Below is my last layer in training net:
layer {
name: "loss"
type: "SoftmaxWithLoss"
bottom: "final"
bottom: "label"
top: "loss"
loss_param {
ignore_label: 255
normalization: VALID
}
}
Note I adopt a softmax_loss layer. Since its calculation form is like: - log (probability), it's weird the loss can be negative, as shown below(iteration 80).
I0404 23:32:49.400624 6903 solver.cpp:228] Iteration 79, loss = 0.167006
I0404 23:32:49.400806 6903 solver.cpp:244] Train net output #0: loss = 0.167008 (* 1 = 0.167008 loss)
I0404 23:32:49.400825 6903 sgd_solver.cpp:106] Iteration 79, lr = 0.0001
I0404 23:33:25.660655 6903 solver.cpp:228] Iteration 80, loss = -1.54972e-06
I0404 23:33:25.660845 6903 solver.cpp:244] Train net output #0: loss = 0 (* 1 = 0 loss)

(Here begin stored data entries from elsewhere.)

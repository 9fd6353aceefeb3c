/**
 * `rolloff demo --time-scale 20` as a user runs it: completes well within a minute,
 * says the data is invented and simulated, and reports both builds'
 * gain-limit points within 10 % of their theory (loop gain 1, DEVELOPERS.md "Theory").
 */
import { afterAll, describe, expect, it } from 'vitest';
import { spawnSync } from 'node:child_process';
import { join, resolve } from 'node:path';
import { tempFolder } from './helpers';

const BIN = join(resolve(__dirname, '../../..'), 'app/cli/bin.mjs');

describe('rolloff demo', () => {
  const folder = tempFolder();
  afterAll(() => folder.remove());

  it('runs the invented scenario, labels it, and finds both gain-limit points', () => {
    const started = Date.now();
    const result = spawnSync(process.execPath, [BIN, 'demo', '--time-scale', '20', '--db', join(folder.path, 'demo.sqlite')], { encoding: 'utf8', timeout: 60_000 });
    expect(result.status, result.stderr).toBe(0);
    expect(Date.now() - started).toBeLessThan(60_000);
    expect(result.stderr).toMatch(/^Safety:/);
    expect(result.stdout).toMatch(/INVENTED SCENARIO, SIMULATED DATA/);
    const limits = [...result.stdout.matchAll(/Gain-limit point\s+([\d.]+ [kM]?Hz)\s+\(theory ([\d.]+ [kM]?Hz)\)/g)];
    expect(limits).toHaveLength(2);
    const hz = (text: string) => Number(text.split(' ')[0]) * ({ Hz: 1, kHz: 1e3, MHz: 1e6 } as Record<string, number>)[text.split(' ')[1]];
    for (const [, measured, theory] of limits) expect(Math.abs(hz(measured) / hz(theory) - 1)).toBeLessThan(0.1);
    expect(result.stdout).toMatch(/How the builds differ/);
  });
});
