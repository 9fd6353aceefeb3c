/**
 * Crash safety on the lab store, end to end through the CLI with real
 * processes: a `rolloff sweep` into PostgreSQL (a throw-away cluster) is
 * SIGKILLed in the middle of the sweep, then `rolloff resume` on the same bench
 * finishes the run: every point stored before the kill is there unchanged, no
 * step is stored twice, the run completes. The second case kills the bench
 * while the server is away, so its last points exist only in the bench's
 * outbox: the resume sends them first and continues after them.
 */
import { afterAll, beforeAll, describe, expect, it } from 'vitest';
import { spawn, spawnSync, type ChildProcess } from 'node:child_process';
import { readdirSync, writeFileSync } from 'node:fs';
import { join, resolve } from 'node:path';
import Database from 'better-sqlite3';
import { makeDesignFromTemplate } from '../../../app/circuit/templates';
import { PostgresStore } from '../../../app/store/postgres/postgres-store';
import { postgresAvailable, startPostgresCluster, type PostgresCluster } from '../../helpers/postgres-cluster';
import { tempFolder } from './helpers';

const BIN = join(resolve(__dirname, '../../..'), 'app/cli/bin.mjs');
const sleep = (ms: number) => new Promise((r) => setTimeout(r, ms));

describe.skipIf(!postgresAvailable())('SIGKILL of a bench mid-sweep on PostgreSQL, then resume from that bench', () => {
  let cluster: PostgresCluster;
  const folder = tempFolder();
  const outboxDir = join(folder.path, 'outbox');
  const env = { ...process.env, ROLLOFF_OUTBOX_DIR: outboxDir, ROLLOFF_BENCH: 'bench 4' };
  const designPath = join(folder.path, 'lowpass.json');
  beforeAll(async () => {
    cluster = await startPostgresCluster();
    writeFileSync(designPath, JSON.stringify(makeDesignFromTemplate('inverting-lowpass', {})));
  });
  afterAll(() => {
    cluster?.remove();
    folder.remove();
  });
  const withPassword = (url: string) => url.replace(`${cluster.role}@`, `${cluster.role}:${encodeURIComponent(cluster.password)}@`);

  /** A sweep of 31 points (10 Hz–10 kHz at 10/decade) in its own process. */
  function startSweep(url: string, timeScale: string): { child: ChildProcess; output: () => string; exited: Promise<NodeJS.Signals | null> } {
    const child = spawn(process.execPath, [BIN, 'sweep', '--design', designPath, '--label', 'crash test', '--simulated', '--time-scale', timeScale,
      '--max-stimulus', '1', '--db', url, '--from', '10', '--to', '10k', '--per-decade', '10', '--no-refine'], { stdio: ['ignore', 'pipe', 'pipe'], env });
    let output = '';
    child.stderr!.on('data', (chunk) => (output += chunk));
    child.stdout!.on('data', (chunk) => (output += chunk));
    return { child, output: () => output, exited: new Promise((done) => child.on('exit', (_code, signal) => done(signal))) };
  }

  async function newestRun(url: string) {
    const store = await PostgresStore.open(url);
    try {
      const [run] = await store.listRuns({ limit: 1 });
      return run ? { run: await store.getRun(run.id), points: await store.loadPoints(run.id), owner: await store.getRunOwnership(run.id) } : undefined;
    } finally {
      await store.close();
    }
  }

  async function waitFor(condition: () => Promise<boolean> | boolean, what: string, output: () => string): Promise<void> {
    const deadline = Date.now() + 60_000;
    while (!(await condition())) {
      if (Date.now() > deadline) throw new Error(`${what} did not happen: ${output()}`);
      await sleep(50);
    }
  }

  const resume = (url: string, runId: number) =>
    spawnSync(process.execPath, [BIN, 'resume', String(runId), '--db', url, '--simulated', '--time-scale', '50'], { encoding: 'utf8', timeout: 120_000, env });

  /** After the resume: done, steps 0..n−1 once each at the planned frequencies, the points from before unchanged. */
  async function expectCompleteAndUnchanged(url: string, before: { points: { step: number[]; stimulus: number[]; gainDb: number[]; measuredAt: string[] } }) {
    const after = (await newestRun(url))!;
    expect(after.run.status).toBe('done');
    expect(after.points.step).toEqual(after.run.plan.steps.map((_, i) => i));
    expect(after.points.stimulus).toEqual(after.run.plan.steps.map((s) => s.stimulus));
    expect(after.run.pointCount).toBe(after.points.step.length);
    for (let i = 0; i < before.points.step.length; i++) {
      expect(after.points.stimulus[i]).toBe(before.points.stimulus[i]);
      expect(after.points.gainDb[i]).toBe(before.points.gainDb[i]);
      expect(after.points.measuredAt[i]).toBe(before.points.measuredAt[i]);
    }
    return after;
  }

  it('loses no point, repeats none, and completes the run', async () => {
    const url = withPassword(cluster.createDatabase('killed_bench'));
    const sweep = startSweep(url, '5');
    await waitFor(async () => ((await newestRun(url))?.points.step.length ?? 0) >= 4, 'four stored points', sweep.output);
    sweep.child.kill('SIGKILL');
    expect(await sweep.exited).toBe('SIGKILL');

    const before = (await newestRun(url))!;
    expect(before.run.status).toBe('running'); // nobody marked it: the process died
    expect(before.owner?.pid).toBe(sweep.child.pid); // still recorded as the owner; on this host its process is known gone
    expect(before.points.step.length).toBeLessThan(before.run.plannedCount);

    const listed = spawnSync(process.execPath, [BIN, 'runs', '--db', url], { encoding: 'utf8', env });
    expect(listed.stderr).toMatch(new RegExp(`left running or paused: ${before.run.id}`));
    const resumed = resume(url, before.run.id);
    expect(resumed.status, resumed.stderr).toBe(0);
    expect(resumed.stderr).toMatch(new RegExp(`run ${before.run.id} continues at step ${before.points.step.length}`));
    const after = await expectCompleteAndUnchanged(url, before);
    expect(after.run.offlinePeriods).toEqual([]);
  }, 240_000);

  it('killed while the server was away: the resume sends the points kept in the outbox first, then continues after them', async () => {
    const url = withPassword(cluster.createDatabase('killed_offline'));
    const sweep = startSweep(url, '0.5');
    await waitFor(async () => ((await newestRun(url))?.points.step.length ?? 0) >= 3, 'three stored points', sweep.output);
    const before = (await newestRun(url))!;
    cluster.stop();
    const kept = () => {
      const file = readdirSync(outboxDir).find((name) => name.includes('killed_offline') && name.endsWith('.sqlite'));
      if (!file) return 0;
      const db = new Database(join(outboxDir, file), { readonly: true });
      try {
        return (db.prepare(`SELECT count(*) AS n FROM pending WHERE json_extract(write, '$.kind') = 'point'`).get() as { n: number }).n;
      } finally {
        db.close();
      }
    };
    await waitFor(() => kept() >= 3, 'three points kept in the outbox', sweep.output);
    sweep.child.kill('SIGKILL');
    expect(await sweep.exited).toBe('SIGKILL');
    const keptPoints = kept();
    cluster.start();

    const onServer = (await newestRun(url))!;
    expect(onServer.points.step.length).toBeLessThan(before.points.step.length + keptPoints); // the kept ones are not there yet
    const resumed = resume(url, before.run.id);
    expect(resumed.status, resumed.stderr).toBe(0);
    expect(resumed.stderr).toMatch(/sending what an earlier process of this bench kept in its outbox/);
    // It continues after the kept points: they were measured once, before the kill, and are not measured again.
    const continuedAt = Number(new RegExp(`run ${before.run.id} continues at step (\\d+)`).exec(resumed.stderr)?.[1]);
    expect(continuedAt).toBeGreaterThanOrEqual(onServer.points.step.length + keptPoints);
    expect(kept()).toBe(0);
    const after = await expectCompleteAndUnchanged(url, onServer);
    // The time the dead bench was cut off is recorded with the run.
    expect(after.run.offlinePeriods).toHaveLength(1);
  }, 240_000);
});
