/**
 * Honest pipelining: the runner overlaps link traffic with settling, but the
 * instruments must never capture before the plan's settle time has passed
 * since the stimulus last changed, nor while it changes. Checked against the
 * simulated bench's own record (its clock) of when the generator changed and
 * which time spans the scope and meter sampled — not against the runner's
 * bookkeeping. A realistic link (3 ms per reply) over TCP on 127.0.0.1, real
 * time, as in test/bench/sweep-efficiency.ts. Rule: settle = the plan's
 * settleS (app/sweep/plan/settle.ts); expected values are our own definition.
 */
import { afterAll, beforeAll, describe, expect, it } from 'vitest';
import { join } from 'node:path';
import { makeDesignFromTemplate } from '../../../app/circuit/templates';
import type { RolloffService } from '../../../app/service/service';
import { openServiceAt } from '../../../app/service/open-service';
import type { SweepRequest } from '../../../app/contract/contract';
import { startSimulatedBench, type GeneratorOutput, type SimulatedBench } from '../../../app/sim';
import { tempFolder } from './helpers';

interface Window {
  startS: number;
  endS: number;
}

describe('the runner never acquires before the settle time since the last stimulus change', () => {
  const folder = tempFolder();
  let bench: SimulatedBench;
  let service: RolloffService;
  let buildId: number;
  const changesS: number[] = [];
  let windows: Window[] = [];

  beforeAll(async () => {
    const designFile = makeDesignFromTemplate('inverting-lowpass', {});
    bench = await startSimulatedBench({ design: designFile, tcpPort: 0, timeScale: 1, latencyS: 0.003, noiseVrms: 1e-4 });
    const { model, clock } = bench;
    // The bench's record, in its own clock: every generator change, every span the scope or meter sampled.
    const setGenerator = model.setGenerator.bind(model);
    model.setGenerator = (output: GeneratorOutput) => {
      changesS.push(clock.nowS()); // read before the change: never later than the model's own change time
      setGenerator(output);
    };
    const sample = model.sample.bind(model);
    model.sample = (node, startS, intervalS, count) => {
      windows.push({ startS, endS: startS + count * intervalS });
      return sample(node, startS, intervalS, count);
    };
    const sampleStratified = model.sampleStratified.bind(model);
    model.sampleStratified = (node, startS, durationS, count) => {
      windows.push({ startS, endS: startS + durationS });
      return sampleStratified(node, startS, durationS, count);
    };
    service = await openServiceAt(join(folder.path, 'settle.sqlite'), { maxStimulusVpp: 1 });
    const design = await service.saveDesign(designFile);
    buildId = (await service.createBuild({ designId: design.id, label: 'settle check', notes: '', actualValues: {} })).id;
    for (const role of ['generator', 'meter', 'scope'] as const) await service.connect({ role, address: bench.addresses[role], profileId: `scpi-${role}` });
  });

  afterAll(async () => {
    await service.close();
    await bench.stop();
    folder.remove();
  });

  /** Windows that start less than `settleS` after a change, or during which the stimulus changed. */
  const violations = (settleS: number) =>
    windows.filter((w) => changesS.some((changeS) => changeS > w.startS - settleS && changeS < w.endS));

  for (const measurement of ['scope', 'meter'] as const) {
    it(`${measurement}: every capture starts ≥ settle after the last change, and nothing changes during it`, async () => {
      const request: SweepRequest = {
        buildId, kind: 'ac', from: 1e3, to: 1e5, pointsPerDecade: 5, spacing: 'log', amplitude: { mode: 'auto' },
        measurement, minCycles: 5, averages: 1, refine: false, operator: 'settle check', notes: '',
      };
      const plan = await service.planSweep(request);
      const settleS = Math.max(...plan.steps.map((s) => s.settleS));
      windows = [];
      const run = await service.startRun(request);
      expect(await service.waitForRun(run.id)).toBe('done');
      // Every point was captured (scope: two channels per capture; meter: slices of each reading).
      expect(windows.length).toBeGreaterThanOrEqual(plan.steps.length);
      expect(violations(settleS)).toEqual([]);
      // The check is not vacuous: the pipeline runs close to the physics, so asking for 50 ms more
      // settling than the plan does (10 ms) finds captures that would have been too early.
      expect(violations(settleS + 0.05).length).toBeGreaterThan(0);
    });
  }
});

I0404 23:33:25.660862 6903 sgd_solver.cpp:106] Iteration 80, lr = 0.0001
I0404 23:34:00.451464 6903 solver.cpp:228] Iteration 81, loss = 1.89034
I0404 23:34:00.451661 6903 solver.cpp:244] Train net output #0: loss = 1.89034 (* 1 = 1.89034 loss)
Can anyone explain it for me? How can this happened? Thank you very much!
PS: The task I do here is semantic segmentation. There are 20 object classes plus background in total(So 21 classes). The label range from 0-21. The extra label 225 is ignored which can be find in SoftmaxWithLoss definition at the beginning of this post.